Once the line with "FanSystem<1>::End begin, end;" is found in the data, output it and each following line exactly, up to and including the line with "if (const FluxSide* side = listed(last);", and nothing before or after.

***** PROVIDED RECORDS *****

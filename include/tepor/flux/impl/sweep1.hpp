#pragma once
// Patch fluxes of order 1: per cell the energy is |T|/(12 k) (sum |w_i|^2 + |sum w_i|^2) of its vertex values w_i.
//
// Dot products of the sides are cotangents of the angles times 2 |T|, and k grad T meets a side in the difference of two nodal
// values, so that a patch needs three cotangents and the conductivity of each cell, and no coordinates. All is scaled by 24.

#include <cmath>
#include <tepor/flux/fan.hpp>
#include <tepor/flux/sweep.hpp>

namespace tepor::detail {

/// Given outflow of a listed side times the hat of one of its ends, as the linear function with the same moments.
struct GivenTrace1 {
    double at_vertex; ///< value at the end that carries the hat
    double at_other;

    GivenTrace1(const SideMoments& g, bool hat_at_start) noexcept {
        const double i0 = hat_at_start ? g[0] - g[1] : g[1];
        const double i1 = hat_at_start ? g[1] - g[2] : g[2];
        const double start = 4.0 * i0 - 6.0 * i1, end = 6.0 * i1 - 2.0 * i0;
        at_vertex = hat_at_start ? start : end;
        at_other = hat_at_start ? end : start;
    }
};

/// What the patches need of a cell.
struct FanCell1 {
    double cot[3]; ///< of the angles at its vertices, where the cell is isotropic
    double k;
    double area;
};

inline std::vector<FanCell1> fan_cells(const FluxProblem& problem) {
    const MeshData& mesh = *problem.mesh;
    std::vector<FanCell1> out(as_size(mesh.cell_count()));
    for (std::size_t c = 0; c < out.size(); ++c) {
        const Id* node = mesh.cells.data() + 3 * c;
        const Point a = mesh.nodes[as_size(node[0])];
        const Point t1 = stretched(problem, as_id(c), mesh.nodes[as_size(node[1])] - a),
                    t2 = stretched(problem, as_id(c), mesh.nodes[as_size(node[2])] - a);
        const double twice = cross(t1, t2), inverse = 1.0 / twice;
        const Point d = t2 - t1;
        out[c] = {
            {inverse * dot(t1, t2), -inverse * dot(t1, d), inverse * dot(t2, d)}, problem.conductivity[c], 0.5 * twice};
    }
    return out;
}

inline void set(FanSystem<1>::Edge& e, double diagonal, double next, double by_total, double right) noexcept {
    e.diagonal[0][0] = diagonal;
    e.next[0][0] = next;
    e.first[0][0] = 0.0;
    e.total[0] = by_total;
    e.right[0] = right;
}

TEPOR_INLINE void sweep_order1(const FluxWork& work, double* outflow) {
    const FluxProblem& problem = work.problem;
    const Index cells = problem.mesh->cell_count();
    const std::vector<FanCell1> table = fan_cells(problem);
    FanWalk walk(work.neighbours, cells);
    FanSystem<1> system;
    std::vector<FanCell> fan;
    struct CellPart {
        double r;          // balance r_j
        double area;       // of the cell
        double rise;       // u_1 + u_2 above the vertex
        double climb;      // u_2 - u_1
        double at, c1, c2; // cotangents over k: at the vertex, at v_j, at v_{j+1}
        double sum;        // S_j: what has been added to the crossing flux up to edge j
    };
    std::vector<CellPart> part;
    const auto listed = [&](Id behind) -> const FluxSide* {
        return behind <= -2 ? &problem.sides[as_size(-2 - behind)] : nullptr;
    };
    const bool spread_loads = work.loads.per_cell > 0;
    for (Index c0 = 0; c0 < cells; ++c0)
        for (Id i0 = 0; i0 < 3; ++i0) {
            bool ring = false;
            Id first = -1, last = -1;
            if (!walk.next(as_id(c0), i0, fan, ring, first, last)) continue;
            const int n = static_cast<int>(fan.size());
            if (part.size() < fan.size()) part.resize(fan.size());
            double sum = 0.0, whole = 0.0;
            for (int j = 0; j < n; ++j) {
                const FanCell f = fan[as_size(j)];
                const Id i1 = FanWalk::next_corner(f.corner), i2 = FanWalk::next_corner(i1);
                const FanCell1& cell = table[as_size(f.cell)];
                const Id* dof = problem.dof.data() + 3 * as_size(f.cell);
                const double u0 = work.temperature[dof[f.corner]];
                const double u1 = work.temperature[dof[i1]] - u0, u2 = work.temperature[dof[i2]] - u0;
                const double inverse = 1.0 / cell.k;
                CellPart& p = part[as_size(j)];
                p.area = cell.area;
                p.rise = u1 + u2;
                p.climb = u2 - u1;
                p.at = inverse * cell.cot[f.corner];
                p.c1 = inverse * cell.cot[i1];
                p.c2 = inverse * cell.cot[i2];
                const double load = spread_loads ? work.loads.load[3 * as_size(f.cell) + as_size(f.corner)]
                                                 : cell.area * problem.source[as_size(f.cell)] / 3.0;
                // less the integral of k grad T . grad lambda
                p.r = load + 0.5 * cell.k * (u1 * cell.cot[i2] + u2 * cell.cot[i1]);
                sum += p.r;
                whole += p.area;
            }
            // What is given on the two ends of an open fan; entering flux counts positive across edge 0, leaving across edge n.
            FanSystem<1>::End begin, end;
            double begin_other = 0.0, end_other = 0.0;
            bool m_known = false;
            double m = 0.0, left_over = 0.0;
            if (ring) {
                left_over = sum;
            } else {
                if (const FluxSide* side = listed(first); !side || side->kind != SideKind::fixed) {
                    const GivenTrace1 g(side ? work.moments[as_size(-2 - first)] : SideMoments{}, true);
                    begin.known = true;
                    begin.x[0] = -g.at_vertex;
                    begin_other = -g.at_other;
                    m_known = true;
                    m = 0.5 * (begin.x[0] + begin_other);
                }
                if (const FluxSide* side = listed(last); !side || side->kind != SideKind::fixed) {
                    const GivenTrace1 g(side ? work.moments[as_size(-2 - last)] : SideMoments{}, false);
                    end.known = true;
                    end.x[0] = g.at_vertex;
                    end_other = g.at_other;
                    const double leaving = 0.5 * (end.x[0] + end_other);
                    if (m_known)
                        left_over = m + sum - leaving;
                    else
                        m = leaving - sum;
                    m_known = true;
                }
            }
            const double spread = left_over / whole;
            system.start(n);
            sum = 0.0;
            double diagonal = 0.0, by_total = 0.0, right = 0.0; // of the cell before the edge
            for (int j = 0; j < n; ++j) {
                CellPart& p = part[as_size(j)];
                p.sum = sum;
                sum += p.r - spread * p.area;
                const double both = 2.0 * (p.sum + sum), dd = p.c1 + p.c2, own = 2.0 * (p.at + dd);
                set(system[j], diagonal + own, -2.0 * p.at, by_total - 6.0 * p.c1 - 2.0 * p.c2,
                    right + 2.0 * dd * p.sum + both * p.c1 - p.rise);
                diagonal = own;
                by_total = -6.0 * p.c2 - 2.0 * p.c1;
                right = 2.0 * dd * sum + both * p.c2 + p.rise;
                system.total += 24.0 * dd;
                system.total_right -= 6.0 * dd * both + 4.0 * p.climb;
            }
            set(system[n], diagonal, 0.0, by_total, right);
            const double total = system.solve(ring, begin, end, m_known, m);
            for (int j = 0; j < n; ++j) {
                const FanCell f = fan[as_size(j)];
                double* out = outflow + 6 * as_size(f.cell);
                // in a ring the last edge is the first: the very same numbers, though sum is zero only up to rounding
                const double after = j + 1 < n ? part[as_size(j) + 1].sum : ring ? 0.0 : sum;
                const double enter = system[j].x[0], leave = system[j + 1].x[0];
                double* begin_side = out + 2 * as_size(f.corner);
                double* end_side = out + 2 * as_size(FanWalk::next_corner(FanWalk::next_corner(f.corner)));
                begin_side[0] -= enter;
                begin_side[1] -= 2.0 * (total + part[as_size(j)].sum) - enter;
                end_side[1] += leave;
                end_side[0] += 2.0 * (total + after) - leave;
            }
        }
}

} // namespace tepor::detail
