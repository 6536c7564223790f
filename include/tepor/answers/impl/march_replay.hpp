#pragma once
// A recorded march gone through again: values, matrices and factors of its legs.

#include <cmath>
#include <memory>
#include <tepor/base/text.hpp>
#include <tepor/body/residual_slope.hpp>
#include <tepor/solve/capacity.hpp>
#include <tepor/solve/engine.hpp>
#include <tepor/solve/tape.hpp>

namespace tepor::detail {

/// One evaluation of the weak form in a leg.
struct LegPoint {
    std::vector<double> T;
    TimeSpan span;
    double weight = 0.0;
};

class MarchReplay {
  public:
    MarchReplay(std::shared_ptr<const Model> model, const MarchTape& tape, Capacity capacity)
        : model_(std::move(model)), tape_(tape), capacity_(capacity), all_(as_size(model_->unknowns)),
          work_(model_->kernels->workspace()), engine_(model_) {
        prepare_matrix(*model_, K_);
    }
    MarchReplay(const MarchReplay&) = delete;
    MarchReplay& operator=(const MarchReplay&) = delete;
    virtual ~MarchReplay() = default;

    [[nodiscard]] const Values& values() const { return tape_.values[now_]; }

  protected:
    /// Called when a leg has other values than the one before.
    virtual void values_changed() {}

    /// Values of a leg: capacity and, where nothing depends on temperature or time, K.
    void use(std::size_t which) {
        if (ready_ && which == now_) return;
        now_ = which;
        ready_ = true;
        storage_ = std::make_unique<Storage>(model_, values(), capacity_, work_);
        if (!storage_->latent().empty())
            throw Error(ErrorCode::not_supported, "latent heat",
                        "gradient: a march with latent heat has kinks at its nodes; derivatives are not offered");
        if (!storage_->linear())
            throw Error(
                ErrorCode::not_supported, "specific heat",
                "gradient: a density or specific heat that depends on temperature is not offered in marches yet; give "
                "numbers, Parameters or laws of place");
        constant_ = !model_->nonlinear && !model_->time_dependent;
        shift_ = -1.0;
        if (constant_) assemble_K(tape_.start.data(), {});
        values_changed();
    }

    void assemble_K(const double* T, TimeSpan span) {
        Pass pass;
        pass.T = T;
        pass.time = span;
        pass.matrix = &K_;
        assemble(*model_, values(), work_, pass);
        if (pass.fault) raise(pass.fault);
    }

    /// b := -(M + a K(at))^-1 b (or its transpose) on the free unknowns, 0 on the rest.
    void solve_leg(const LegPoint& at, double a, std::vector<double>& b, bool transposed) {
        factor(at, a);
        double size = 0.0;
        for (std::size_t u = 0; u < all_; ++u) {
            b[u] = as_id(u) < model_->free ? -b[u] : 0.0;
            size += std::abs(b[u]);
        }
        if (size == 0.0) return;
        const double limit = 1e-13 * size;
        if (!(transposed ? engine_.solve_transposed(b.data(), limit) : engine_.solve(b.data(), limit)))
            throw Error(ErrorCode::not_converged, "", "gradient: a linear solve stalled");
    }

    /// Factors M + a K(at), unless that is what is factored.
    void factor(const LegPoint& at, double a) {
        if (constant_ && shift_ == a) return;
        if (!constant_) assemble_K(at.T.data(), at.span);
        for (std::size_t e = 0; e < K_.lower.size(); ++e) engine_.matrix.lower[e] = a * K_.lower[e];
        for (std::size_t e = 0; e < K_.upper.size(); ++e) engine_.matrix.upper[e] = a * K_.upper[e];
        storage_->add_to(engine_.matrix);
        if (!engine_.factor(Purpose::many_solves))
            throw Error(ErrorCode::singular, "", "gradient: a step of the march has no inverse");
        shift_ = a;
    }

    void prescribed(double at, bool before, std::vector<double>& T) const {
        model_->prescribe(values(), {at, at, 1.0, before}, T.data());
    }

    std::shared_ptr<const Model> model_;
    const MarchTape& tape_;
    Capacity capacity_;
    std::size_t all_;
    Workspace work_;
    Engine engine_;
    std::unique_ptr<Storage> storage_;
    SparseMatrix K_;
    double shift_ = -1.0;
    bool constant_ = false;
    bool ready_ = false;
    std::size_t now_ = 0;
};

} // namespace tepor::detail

*****

-- RESPONSE TO THE TASK --
            FanSystem<1>::End begin, end;
            double begin_other = 0.0, end_other = 0.0;
            bool m_known = false;
            double m = 0.0, left_over = 0.0;
            if (ring) {
                left_over = sum;
            } else {
                if (const FluxSide* side = listed(first); !side || side->kind != SideKind::fixed) {
                    const GivenTrace1 g(side ? work.moments[as_size(-2 - first)] : SideMoments{}, true);
                    begin.known = true;
                    begin.x[0] = -g.at_vertex;
                    begin_other = -g.at_other;
                    m_known = true;
                    m = 0.5 * (begin.x[0] + begin_other);
                }
                if (const FluxSide* side = listed(last); !side || side->kind != SideKind::fixed) {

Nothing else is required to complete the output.